#### [Raw data]
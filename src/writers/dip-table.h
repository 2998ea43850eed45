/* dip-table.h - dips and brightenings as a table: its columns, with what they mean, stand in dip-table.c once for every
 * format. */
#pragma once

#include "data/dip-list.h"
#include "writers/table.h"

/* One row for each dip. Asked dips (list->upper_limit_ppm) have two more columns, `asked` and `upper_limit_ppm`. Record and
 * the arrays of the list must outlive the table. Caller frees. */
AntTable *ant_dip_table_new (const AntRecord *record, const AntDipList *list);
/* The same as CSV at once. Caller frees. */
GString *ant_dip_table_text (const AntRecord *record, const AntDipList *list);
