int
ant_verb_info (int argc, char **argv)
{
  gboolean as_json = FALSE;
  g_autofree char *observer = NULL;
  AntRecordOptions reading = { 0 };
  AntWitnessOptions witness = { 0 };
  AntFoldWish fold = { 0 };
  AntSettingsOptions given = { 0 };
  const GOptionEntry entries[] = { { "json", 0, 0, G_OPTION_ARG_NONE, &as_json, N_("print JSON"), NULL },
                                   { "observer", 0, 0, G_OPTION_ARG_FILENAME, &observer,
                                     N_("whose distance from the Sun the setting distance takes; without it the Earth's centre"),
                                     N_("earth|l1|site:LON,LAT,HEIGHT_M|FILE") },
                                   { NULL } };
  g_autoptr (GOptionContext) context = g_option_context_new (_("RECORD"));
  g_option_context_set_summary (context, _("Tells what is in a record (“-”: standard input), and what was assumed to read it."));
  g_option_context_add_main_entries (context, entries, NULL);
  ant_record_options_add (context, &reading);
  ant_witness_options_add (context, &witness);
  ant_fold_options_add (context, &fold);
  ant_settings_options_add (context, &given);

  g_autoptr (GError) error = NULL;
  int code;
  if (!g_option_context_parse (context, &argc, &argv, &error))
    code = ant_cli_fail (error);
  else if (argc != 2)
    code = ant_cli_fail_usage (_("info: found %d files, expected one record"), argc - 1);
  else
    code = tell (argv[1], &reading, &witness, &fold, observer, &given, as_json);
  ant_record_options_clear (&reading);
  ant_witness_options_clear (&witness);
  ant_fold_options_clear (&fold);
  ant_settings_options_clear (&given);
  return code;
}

...

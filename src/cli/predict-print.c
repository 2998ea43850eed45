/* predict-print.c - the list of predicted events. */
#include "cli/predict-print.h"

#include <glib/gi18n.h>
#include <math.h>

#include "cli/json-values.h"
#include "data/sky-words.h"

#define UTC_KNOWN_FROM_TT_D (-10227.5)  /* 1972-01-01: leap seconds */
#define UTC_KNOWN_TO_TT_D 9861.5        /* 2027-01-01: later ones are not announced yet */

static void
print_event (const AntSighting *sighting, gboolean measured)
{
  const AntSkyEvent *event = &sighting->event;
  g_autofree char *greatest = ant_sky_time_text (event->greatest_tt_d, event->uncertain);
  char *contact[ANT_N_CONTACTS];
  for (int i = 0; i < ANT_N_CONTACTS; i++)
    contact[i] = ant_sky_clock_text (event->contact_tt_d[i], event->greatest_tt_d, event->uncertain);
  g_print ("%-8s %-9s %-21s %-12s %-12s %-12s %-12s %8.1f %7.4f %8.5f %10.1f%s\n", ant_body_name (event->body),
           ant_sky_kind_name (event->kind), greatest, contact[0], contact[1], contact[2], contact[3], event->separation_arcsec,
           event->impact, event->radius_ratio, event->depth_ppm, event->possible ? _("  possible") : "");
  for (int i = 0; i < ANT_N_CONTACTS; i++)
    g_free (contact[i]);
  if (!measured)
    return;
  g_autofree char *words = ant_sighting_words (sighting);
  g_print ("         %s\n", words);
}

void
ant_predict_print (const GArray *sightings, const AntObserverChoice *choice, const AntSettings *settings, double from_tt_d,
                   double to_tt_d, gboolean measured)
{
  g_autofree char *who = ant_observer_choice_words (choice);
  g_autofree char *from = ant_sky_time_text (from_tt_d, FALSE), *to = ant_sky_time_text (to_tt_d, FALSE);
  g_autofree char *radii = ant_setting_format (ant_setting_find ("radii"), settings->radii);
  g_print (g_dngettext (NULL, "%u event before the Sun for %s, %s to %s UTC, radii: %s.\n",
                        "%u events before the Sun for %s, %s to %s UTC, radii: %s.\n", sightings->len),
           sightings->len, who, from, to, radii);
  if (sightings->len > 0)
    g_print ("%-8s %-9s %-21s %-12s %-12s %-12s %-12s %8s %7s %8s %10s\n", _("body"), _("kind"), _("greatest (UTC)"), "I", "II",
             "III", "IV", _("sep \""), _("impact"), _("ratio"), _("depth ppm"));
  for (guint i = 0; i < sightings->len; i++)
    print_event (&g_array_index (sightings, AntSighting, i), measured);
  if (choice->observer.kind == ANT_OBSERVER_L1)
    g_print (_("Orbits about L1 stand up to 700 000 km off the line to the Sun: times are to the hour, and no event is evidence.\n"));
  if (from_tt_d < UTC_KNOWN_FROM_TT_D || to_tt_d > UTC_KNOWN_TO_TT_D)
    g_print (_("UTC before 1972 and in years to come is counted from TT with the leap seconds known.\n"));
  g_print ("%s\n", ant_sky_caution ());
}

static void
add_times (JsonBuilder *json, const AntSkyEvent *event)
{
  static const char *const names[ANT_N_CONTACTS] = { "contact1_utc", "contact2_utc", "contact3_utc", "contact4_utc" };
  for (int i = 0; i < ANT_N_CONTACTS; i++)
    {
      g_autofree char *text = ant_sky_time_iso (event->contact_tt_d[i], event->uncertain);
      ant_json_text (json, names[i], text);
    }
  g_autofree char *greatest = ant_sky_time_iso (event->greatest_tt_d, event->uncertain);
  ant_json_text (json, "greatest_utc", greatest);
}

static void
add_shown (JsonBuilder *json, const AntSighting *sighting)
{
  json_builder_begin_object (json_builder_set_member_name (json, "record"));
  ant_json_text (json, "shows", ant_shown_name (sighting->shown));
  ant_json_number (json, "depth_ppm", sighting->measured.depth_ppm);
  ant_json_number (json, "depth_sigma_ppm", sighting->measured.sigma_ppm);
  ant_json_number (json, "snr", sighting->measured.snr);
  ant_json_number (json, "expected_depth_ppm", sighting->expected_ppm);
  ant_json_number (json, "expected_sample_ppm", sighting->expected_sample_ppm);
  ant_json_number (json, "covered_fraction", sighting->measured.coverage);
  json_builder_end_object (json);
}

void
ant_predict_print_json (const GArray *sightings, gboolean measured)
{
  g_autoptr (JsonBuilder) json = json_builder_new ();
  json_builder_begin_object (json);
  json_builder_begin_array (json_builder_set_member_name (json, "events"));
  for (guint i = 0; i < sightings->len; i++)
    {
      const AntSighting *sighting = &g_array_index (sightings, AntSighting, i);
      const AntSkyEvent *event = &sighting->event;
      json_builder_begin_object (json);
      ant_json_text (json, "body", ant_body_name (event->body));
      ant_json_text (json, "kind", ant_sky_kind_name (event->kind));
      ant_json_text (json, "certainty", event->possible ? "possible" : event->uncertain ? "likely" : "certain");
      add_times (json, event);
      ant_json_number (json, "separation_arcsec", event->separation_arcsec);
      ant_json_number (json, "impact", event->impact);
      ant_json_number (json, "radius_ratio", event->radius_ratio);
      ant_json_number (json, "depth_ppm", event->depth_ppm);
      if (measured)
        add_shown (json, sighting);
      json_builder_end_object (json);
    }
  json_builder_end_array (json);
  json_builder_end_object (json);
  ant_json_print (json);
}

#### [Exercise instructions]
Using the entries above, output exactly the lines between the line holding "#include <glib/gi18n.h>" and the line holding "event before the", end lines included, and nothing more.

#### [Answer to this task]
#include <glib/gi18n.h>
#include <math.h>

#include "cli/json-values.h"
#include "data/sky-words.h"

#define UTC_KNOWN_FROM_TT_D (-10227.5)  /* 1972-01-01: leap seconds */
#define UTC_KNOWN_TO_TT_D 9861.5        /* 2027-01-01: later ones are not announced yet */

static void
print_event (const AntSighting *sighting, gboolean measured)
{
  const AntSkyEvent *event = &sighting->event;
  g_autofree char *greatest = ant_sky_time_text (event->greatest_tt_d, event->uncertain);
  char *contact[ANT_N_CONTACTS];
  for (int i = 0; i < ANT_N_CONTACTS; i++)
    contact[i] = ant_sky_clock_text (event->contact_tt_d[i], event->greatest_tt_d, event->uncertain);
  g_print ("%-8s %-9s %-21s %-12s %-12s %-12s %-12s %8.1f %7.4f %8.5f %10.1f%s\n", ant_body_name (event->body),
           ant_sky_kind_name (event->kind), greatest, contact[0], contact[1], contact[2], contact[3], event->separation_arcsec,
           event->impact, event->radius_ratio, event->depth_ppm, event->possible ? _("  possible") : "");
  for (int i = 0; i < ANT_N_CONTACTS; i++)
    g_free (contact[i]);
  if (!measured)
    return;
  g_autofree char *words = ant_sighting_words (sighting);
  g_print ("         %s\n", words);
}

void
ant_predict_print (const GArray *sightings, const AntObserverChoice *choice, const AntSettings *settings, double from_tt_d,
                   double to_tt_d, gboolean measured)
{
  g_autofree char *who = ant_observer_choice_words (choice);
  g_autofree char *from = ant_sky_time_text (from_tt_d, FALSE), *to = ant_sky_time_text (to_tt_d, FALSE);
  g_autofree char *radii = ant_setting_format (ant_setting_find ("radii"), settings->radii);
  g_print (g_dngettext (NULL, "%u event before the Sun for %s, %s to %s UTC, radii: %s.\n",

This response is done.